Each line below from the one containing "obligation?: string) =>" through the one containing "happened: (step, instance)" should be output exactly as it stands, and no other line should appear.

Information shown =
----
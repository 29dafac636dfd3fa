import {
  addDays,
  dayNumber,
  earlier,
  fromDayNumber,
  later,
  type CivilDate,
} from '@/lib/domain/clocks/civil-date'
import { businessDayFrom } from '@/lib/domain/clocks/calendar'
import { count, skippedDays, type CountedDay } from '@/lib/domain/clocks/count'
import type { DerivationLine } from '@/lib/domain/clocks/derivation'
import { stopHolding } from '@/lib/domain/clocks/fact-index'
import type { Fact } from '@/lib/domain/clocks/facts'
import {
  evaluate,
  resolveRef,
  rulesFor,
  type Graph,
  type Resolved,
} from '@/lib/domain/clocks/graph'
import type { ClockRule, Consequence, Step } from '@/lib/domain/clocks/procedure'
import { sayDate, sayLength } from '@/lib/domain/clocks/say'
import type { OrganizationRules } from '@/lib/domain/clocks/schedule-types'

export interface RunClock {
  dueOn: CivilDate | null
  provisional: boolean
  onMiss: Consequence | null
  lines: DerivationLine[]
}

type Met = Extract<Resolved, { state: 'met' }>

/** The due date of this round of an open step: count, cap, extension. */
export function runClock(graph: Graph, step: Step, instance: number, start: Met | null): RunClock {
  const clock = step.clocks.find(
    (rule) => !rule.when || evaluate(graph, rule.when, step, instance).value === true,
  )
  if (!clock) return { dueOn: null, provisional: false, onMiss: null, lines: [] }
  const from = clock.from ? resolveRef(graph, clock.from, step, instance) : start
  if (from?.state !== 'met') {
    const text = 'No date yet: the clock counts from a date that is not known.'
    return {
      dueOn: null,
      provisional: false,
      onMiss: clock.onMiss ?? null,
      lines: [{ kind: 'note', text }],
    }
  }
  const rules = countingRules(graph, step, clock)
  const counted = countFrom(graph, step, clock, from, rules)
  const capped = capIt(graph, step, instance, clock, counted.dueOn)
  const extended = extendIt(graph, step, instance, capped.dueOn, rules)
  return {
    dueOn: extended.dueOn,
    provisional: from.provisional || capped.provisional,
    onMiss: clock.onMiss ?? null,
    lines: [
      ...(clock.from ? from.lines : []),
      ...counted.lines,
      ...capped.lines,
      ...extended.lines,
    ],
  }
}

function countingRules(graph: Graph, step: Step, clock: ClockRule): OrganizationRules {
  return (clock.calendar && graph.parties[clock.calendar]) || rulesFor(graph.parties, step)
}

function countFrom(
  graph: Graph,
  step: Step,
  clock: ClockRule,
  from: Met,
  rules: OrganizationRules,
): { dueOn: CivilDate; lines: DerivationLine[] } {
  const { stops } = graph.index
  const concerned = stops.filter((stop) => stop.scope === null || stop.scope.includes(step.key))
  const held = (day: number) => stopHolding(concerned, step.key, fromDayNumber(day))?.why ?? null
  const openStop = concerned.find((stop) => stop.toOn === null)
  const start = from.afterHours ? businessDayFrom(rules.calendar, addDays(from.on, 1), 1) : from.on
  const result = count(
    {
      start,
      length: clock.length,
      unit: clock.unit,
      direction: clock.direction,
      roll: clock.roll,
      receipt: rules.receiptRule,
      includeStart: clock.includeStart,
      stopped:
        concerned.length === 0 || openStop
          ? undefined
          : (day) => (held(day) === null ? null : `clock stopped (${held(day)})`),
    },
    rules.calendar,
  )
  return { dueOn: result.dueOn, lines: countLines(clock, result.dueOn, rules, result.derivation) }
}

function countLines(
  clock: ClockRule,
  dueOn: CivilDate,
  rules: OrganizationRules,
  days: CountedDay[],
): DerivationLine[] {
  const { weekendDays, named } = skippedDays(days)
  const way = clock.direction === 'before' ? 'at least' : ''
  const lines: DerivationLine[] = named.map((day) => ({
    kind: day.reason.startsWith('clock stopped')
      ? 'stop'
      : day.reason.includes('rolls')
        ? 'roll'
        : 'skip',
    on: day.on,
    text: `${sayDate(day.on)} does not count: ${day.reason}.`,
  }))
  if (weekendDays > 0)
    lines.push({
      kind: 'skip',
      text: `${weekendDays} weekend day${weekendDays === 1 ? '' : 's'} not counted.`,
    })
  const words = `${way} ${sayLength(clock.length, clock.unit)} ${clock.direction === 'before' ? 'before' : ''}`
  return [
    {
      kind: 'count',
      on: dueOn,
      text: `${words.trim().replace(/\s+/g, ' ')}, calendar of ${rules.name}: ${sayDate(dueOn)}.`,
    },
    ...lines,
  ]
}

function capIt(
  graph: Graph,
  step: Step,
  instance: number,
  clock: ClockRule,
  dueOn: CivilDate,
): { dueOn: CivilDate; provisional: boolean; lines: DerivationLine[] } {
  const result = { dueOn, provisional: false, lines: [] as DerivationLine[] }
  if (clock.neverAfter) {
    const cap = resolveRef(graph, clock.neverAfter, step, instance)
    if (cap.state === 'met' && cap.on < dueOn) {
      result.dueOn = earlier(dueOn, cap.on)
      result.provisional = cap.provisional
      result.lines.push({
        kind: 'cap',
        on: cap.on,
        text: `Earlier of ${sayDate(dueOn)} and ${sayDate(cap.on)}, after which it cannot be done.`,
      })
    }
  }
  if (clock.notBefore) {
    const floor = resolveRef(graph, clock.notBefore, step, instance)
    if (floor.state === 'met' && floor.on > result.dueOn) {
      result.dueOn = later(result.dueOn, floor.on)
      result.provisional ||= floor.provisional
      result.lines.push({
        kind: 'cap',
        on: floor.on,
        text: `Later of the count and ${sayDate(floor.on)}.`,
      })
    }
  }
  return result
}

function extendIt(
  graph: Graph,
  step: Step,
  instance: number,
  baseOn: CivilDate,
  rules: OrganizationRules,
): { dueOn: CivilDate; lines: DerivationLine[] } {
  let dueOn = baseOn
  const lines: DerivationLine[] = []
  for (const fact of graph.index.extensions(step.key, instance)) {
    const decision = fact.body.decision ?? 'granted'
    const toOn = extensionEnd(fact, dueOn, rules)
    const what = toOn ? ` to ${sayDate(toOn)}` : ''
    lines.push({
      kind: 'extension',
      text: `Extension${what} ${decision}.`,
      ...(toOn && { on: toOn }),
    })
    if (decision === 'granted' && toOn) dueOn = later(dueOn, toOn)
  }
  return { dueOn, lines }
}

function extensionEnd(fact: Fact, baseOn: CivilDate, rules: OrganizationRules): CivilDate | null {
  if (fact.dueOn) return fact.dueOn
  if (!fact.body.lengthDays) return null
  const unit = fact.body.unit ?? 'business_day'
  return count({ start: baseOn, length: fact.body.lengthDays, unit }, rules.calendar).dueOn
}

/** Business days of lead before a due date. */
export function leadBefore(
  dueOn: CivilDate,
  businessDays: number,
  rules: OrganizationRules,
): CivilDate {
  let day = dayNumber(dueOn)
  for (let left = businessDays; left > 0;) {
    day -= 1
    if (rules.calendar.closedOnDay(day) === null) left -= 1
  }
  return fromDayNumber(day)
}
----
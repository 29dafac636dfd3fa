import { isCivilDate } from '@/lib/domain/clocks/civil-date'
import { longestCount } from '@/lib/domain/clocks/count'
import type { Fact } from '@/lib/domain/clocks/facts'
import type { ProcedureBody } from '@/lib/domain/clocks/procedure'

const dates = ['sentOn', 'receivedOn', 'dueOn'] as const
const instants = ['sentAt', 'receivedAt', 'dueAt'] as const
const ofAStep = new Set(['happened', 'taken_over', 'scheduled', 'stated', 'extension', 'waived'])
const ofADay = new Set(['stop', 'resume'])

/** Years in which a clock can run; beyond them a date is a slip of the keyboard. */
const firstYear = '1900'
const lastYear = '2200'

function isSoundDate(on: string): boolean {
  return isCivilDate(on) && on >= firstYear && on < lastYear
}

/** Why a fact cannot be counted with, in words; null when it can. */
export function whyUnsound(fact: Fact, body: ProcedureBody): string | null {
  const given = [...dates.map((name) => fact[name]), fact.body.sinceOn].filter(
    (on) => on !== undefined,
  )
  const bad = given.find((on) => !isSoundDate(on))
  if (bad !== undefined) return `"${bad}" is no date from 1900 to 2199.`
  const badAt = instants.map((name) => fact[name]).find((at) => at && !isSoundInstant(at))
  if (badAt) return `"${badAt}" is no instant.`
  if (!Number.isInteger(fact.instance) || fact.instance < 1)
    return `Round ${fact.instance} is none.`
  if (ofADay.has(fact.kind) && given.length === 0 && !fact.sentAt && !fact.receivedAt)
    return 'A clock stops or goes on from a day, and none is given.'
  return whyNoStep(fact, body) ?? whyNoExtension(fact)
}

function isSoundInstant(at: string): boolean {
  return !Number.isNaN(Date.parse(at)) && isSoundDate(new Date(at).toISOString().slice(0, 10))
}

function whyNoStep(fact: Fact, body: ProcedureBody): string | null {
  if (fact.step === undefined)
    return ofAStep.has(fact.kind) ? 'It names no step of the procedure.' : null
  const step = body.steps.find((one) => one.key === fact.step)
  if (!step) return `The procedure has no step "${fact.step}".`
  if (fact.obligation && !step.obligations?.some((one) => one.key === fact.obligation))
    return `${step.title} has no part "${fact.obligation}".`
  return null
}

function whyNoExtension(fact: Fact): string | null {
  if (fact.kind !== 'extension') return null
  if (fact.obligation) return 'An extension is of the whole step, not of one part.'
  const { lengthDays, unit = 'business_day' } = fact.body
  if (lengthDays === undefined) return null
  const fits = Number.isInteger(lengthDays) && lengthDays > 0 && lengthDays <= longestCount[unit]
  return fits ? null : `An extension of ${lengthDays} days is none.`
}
----
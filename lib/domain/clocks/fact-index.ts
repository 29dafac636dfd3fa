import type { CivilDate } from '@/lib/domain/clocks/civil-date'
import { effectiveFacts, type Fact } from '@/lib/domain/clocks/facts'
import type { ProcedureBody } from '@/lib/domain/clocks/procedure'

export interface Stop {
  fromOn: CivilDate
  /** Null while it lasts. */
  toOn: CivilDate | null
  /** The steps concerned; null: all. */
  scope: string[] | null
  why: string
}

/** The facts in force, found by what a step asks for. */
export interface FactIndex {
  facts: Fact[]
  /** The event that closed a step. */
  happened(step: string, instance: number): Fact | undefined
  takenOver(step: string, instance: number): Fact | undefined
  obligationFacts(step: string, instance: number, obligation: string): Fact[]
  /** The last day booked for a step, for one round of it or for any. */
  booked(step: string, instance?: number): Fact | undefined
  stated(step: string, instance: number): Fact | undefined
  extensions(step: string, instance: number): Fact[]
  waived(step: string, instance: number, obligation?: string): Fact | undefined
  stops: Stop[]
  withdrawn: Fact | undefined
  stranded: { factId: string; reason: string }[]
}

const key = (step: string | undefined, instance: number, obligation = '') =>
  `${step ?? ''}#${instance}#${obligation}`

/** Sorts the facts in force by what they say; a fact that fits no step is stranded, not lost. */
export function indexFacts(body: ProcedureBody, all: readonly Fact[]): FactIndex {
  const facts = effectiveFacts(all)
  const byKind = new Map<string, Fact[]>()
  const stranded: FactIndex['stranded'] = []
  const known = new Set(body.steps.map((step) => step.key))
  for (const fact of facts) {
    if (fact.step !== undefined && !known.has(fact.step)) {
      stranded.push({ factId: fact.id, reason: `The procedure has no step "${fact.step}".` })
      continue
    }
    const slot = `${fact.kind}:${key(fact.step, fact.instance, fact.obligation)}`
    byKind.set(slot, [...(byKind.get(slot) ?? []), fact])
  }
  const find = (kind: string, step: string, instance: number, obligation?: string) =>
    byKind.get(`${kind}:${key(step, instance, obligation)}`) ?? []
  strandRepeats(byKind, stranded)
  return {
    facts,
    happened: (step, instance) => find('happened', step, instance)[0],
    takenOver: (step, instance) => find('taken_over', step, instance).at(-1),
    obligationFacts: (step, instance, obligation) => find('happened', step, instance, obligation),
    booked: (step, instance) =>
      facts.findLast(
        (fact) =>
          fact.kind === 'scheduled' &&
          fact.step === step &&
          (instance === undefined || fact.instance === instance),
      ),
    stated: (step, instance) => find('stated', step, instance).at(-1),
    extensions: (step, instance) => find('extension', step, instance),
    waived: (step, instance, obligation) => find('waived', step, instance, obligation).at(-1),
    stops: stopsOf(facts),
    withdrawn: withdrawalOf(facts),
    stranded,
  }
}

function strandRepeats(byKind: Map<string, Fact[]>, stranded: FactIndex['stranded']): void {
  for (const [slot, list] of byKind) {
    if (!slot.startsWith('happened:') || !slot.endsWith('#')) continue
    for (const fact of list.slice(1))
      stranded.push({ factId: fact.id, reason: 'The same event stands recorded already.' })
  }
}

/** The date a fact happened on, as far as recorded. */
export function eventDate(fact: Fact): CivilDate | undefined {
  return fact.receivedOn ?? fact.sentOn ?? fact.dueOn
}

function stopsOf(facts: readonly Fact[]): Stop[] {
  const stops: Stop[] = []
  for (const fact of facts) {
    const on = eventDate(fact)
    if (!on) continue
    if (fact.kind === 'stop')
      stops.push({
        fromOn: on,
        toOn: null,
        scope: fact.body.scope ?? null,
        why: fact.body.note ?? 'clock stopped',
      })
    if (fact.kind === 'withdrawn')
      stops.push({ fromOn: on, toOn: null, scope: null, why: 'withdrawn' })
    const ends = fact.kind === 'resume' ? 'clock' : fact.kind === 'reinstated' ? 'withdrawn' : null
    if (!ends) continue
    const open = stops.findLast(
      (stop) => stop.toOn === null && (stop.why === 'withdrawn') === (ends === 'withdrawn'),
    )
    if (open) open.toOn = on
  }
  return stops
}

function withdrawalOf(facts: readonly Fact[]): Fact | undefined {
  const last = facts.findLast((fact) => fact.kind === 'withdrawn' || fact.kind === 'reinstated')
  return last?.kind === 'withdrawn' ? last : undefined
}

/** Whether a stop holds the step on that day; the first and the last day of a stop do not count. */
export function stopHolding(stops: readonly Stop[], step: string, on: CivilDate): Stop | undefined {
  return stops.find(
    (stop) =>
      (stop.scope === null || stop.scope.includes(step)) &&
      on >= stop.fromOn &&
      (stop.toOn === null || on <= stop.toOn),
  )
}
----
Answer to this task =
  const find = (kind: string, step: string, instance: number, obligation?: string) =>
    byKind.get(`${kind}:${key(step, instance, obligation)}`) ?? []
  strandRepeats(byKind, stranded)
  return {
    facts,
    happened: (step, instance) => find('happened', step, instance)[0],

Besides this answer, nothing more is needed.